The mayor's office has committed to resolving the ongoing discrepancies in Baltimore City Fire Department's interpretation of Appendix D of the International Fire Code. We believe that the likely resolution will be in the form of an emergency access commission that reviews and grants or rejects exceptions to the current interpretation of Appendix D. We have a number of concerns with this approach, including that it will inevitably lead to inconsistency as major developers will spend the time to lobby for exemptions while smaller development projects or city projects like street re-design likely will simply stick with the code as written--which will be bad for urban design and street safety.
As we continue to discuss a permanent resolution, inconsistency is rampant. The Fire Department demanded a re-design of Potomac Street, adjacent to two story rowhomes, but demanded no such re-design for Preston Gardens, adjacent to several hundred foot tall buildings, despite clear width on these streets being the same.

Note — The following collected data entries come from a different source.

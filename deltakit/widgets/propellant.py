"""PropellantTrade: what a propellant load buys, and where its energy goes.

Dry mass and propellant (or the mass ratio), specific impulse (or exhaust
velocity) and the vehicle's speed when the burn starts. The panel gives the
delta-v of the rocket equation and splits the kinetic energy the burn releases,
``0.5 (m0 - mf) ve^2`` whatever the speed, between the vehicle and its
exhaust: the faster the vehicle already moves, the larger the vehicle's share
(the Oberth effect seen from the propellant's side). A second plot shows the
propulsive efficiency against the speed ratio v/ve.

Of each pair (propellant or mass ratio, specific impulse or exhaust velocity)
the analyst gives one; the other box follows, rounded for reading (0.01 kg,
4 decimals of the ratio, 0.1 m/s, 0.01 s). Giving one of a pair from code
(constructor or ``set``) makes it the one the panel uses.

Default case: the invented Halyard cargo tug (:mod:`deltakit.demo`) starting
its burn at the circular speed of a 400 km Earth orbit (cited constants), to
the speed slider's 10 m/s step.
"""

from __future__ import annotations

import math
from collections.abc import Mapping
from typing import Any, ClassVar

import numpy as np

from ..constants import EARTH, G0
from ..demo import HALYARD
from ..errors import DomainError
from ..plotting._style import COLOURS, style_axes
from ..propulsion import burn_energy, exhaust_velocity, propulsive_efficiency, rocket_dv
from ..twobody import circular_speed
from ..units import km_per_s, percent
from ._base import Computed, InputError, Panel, follow_limits, number, slider, toggle
from ._limits import COARSE

__all__ = ["PropellantTrade"]

GJ = 1.0e9
#: Slider step of the speed, km/s (10 m/s).
_SPEED_STEP = 0.01
#: The circular speed of a 400 km Earth orbit (7668.6 m/s) on the slider's step: 7.67 km/s.
_DEFAULT_SPEED = (
    round(float(circular_speed(EARTH.radius + 400e3, EARTH.mu)) / km_per_s / _SPEED_STEP)
    * _SPEED_STEP
    * km_per_s
)
_RATIOS = np.linspace(0.0, 5.0, 501)
_MASS_INPUTS = ["propellant mass", "mass ratio"]
_EXHAUST_INPUTS = ["specific impulse", "exhaust velocity"]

We have sent the below letter to the Baltimore City Planning Commission about several major development projects on the commission agenda tomorrow that fail to meet BCFD's current interpretation of Appendix D of the IFC.
We want to be clear that we support good urban development. We don't want the fire code to hold these projects up either. But we just don't understand how these projects can move forward while BCFD demands re-design of major bicycle infrastructure projects that would have created similar or even better fire access conditions than these developments.